8) Finlay-Wilkinson regression

data(DT_h2)
DT <- DT_h2

## build the environmental index
ei <- aggregate(y~Env, data=DT,FUN=mean)
colnames(ei)[2] <- "envIndex"
ei$envIndex <- ei$envIndex - mean(ei$envIndex,na.rm=TRUE) # center the envIndex to have clean VCs
ei <- ei[with(ei, order(envIndex)), ]

## add the environmental index to the original dataset
DT2 <- merge(DT,ei, by="Env")

# numeric by factor variables like envIndex:Name can't be used in the random part like this
# they need to come with the vsc() structure
DT2 <- DT2[with(DT2, order(Name)), ]
mix2 <- mmec(y~ envIndex,
             random=~ Name + vsc(dsc(envIndex),isc(Name)), data=DT2,
             rcov=~vsc(dsc(Name),isc(units)),
             tolParConvNorm = .0001,
             nIters = 50, verbose = FALSE
)

## 'as(<dgeMatrix>, "dgCMatrix")' is deprecated.
## Use 'as(., "CsparseMatrix")' instead.
## See help("Deprecated") and help("Matrix-deprecated").

# summary(mix2)$varcomp

b=mix2$uList$`vsc(dsc(envIndex), isc(Name))` # adaptability (b) or genotype slopes
mu=mix2$uList$`vsc( isc( Name ) )` # general adaptation (mu) or main effect
e=sqrt(summary(mix2)$varcomp[-c(1:2),1]) # error variance for each individual

## general adaptation (main effect) vs adaptability (response to better environments)
plot(mu[,1]~b[,1], ylab="general adaptation", xlab="adaptability")
text(y=mu[,1],x=b[,1], labels = rownames(mu), cex=0.5, pos = 1)

## prediction across environments
Dt <- mix2$Dtable
Dt[1,"average"]=TRUE
Dt[2,"include"]=TRUE
Dt[3,"include"]=TRUE
pp <- predict(mix2,Dtable = Dt, D="Name")
preds <- pp$pvals
# preds[with(preds, order(-predicted.value)), ]
## performance vs stability (deviation from regression line)
plot(preds[,2]~e, ylab="performance", xlab="stability")
text(y=preds[,2],x=e, labels = rownames(mu), cex=0.5, pos = 1)

9) Factor analytic (reduced rank) model

When the number of environments where genotypes are evaluated is big and we want to consider the genetic covariance between environments and location-specific variance components we cannot fit an unstructured covariance in the model since the number of parameters is too big and the matrix can become non-full rank leading to singularities.

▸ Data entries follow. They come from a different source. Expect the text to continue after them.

/**
 * Evidence for the choice of extrapolation: what the laws predict for cells that were measured, and
 * what every choice makes of the discharge.
 *
 * <p>Comes in: a measurement whose passes are laid on their lines, and the chosen settings. Goes
 * out: a {@link org.crossreach.evidence.Comparison}. Start at {@link
 * org.crossreach.evidence.Comparison#of}. Called by {@code report} and {@code cli}.
 */
package org.crossreach.evidence;
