package org.crossreach.report.pdf;

import java.awt.image.BufferedImage;
import java.awt.image.IndexColorModel;
import java.io.IOException;
import java.io.OutputStream;
import org.apache.pdfbox.cos.COSArray;
import org.apache.pdfbox.cos.COSDictionary;
import org.apache.pdfbox.cos.COSInteger;
import org.apache.pdfbox.cos.COSName;
import org.apache.pdfbox.cos.COSStream;
import org.apache.pdfbox.cos.COSString;
import org.apache.pdfbox.pdmodel.PDDocument;
import org.apache.pdfbox.pdmodel.common.PDStream;
import org.apache.pdfbox.pdmodel.graphics.image.PDImageXObject;
import org.crossreach.report.chart.IndexedRows;
import org.crossreach.report.chart.PortableDeflate;

/** Embeds an image with a palette of at most 256 colours, one byte a pixel. */
final class PaletteImage {

  /** Each row as its difference from the row above (ISO 32000-1, table 10). */
  private static final int PREDICTOR = 12;

  private PaletteImage() {}

  /**
   * Embeds an image.
   *
   * @throws IllegalArgumentException when the image has no palette
   */
  static PDImageXObject of(PDDocument document, BufferedImage image) throws IOException {
    if (!(image.getColorModel() instanceof IndexColorModel model)) {
      throw new IllegalArgumentException("image must have a palette");
    }
    COSStream stream = document.getDocument().createCOSStream();
    try (OutputStream raw = stream.createRawOutputStream()) {
      raw.write(PortableDeflate.compress(IndexedRows.filtered(image)));
    }
    COSDictionary parameters = new COSDictionary();
    parameters.setInt(COSName.PREDICTOR, PREDICTOR);
    parameters.setInt(COSName.COLUMNS, image.getWidth());
    parameters.setInt(COSName.COLORS, 1);
    parameters.setInt(COSName.BITS_PER_COMPONENT, 8);
    stream.setItem(COSName.FILTER, COSName.FLATE_DECODE);
    stream.setItem(COSName.DECODE_PARMS, parameters);
    stream.setItem(COSName.TYPE, COSName.XOBJECT);
    stream.setItem(COSName.SUBTYPE, COSName.IMAGE);
    stream.setInt(COSName.WIDTH, image.getWidth());
    stream.setInt(COSName.HEIGHT, image.getHeight());
    stream.setInt(COSName.BITS_PER_COMPONENT, 8);
    COSArray colours = new COSArray();
    colours.add(COSName.INDEXED);
    colours.add(COSName.DEVICERGB);
    colours.add(COSInteger.get(model.getMapSize() - 1));
    colours.add(new COSString(IndexedRows.palette(model)));
    stream.setItem(COSName.COLORSPACE, colours);
    return new PDImageXObject(new PDStream(stream), null);
  }
}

In those cases is suggested a dimensionality reduction technique. Among those the factor analytic structures proposed by many research groups (Piepho, Smith, Cullis, Thompson, Meyer, etc.) are the way to go. Sommer has a reduced-rank factor analytic implementation available through the rrc() function. Here we show an example of how to fit the model:

data(DT_h2)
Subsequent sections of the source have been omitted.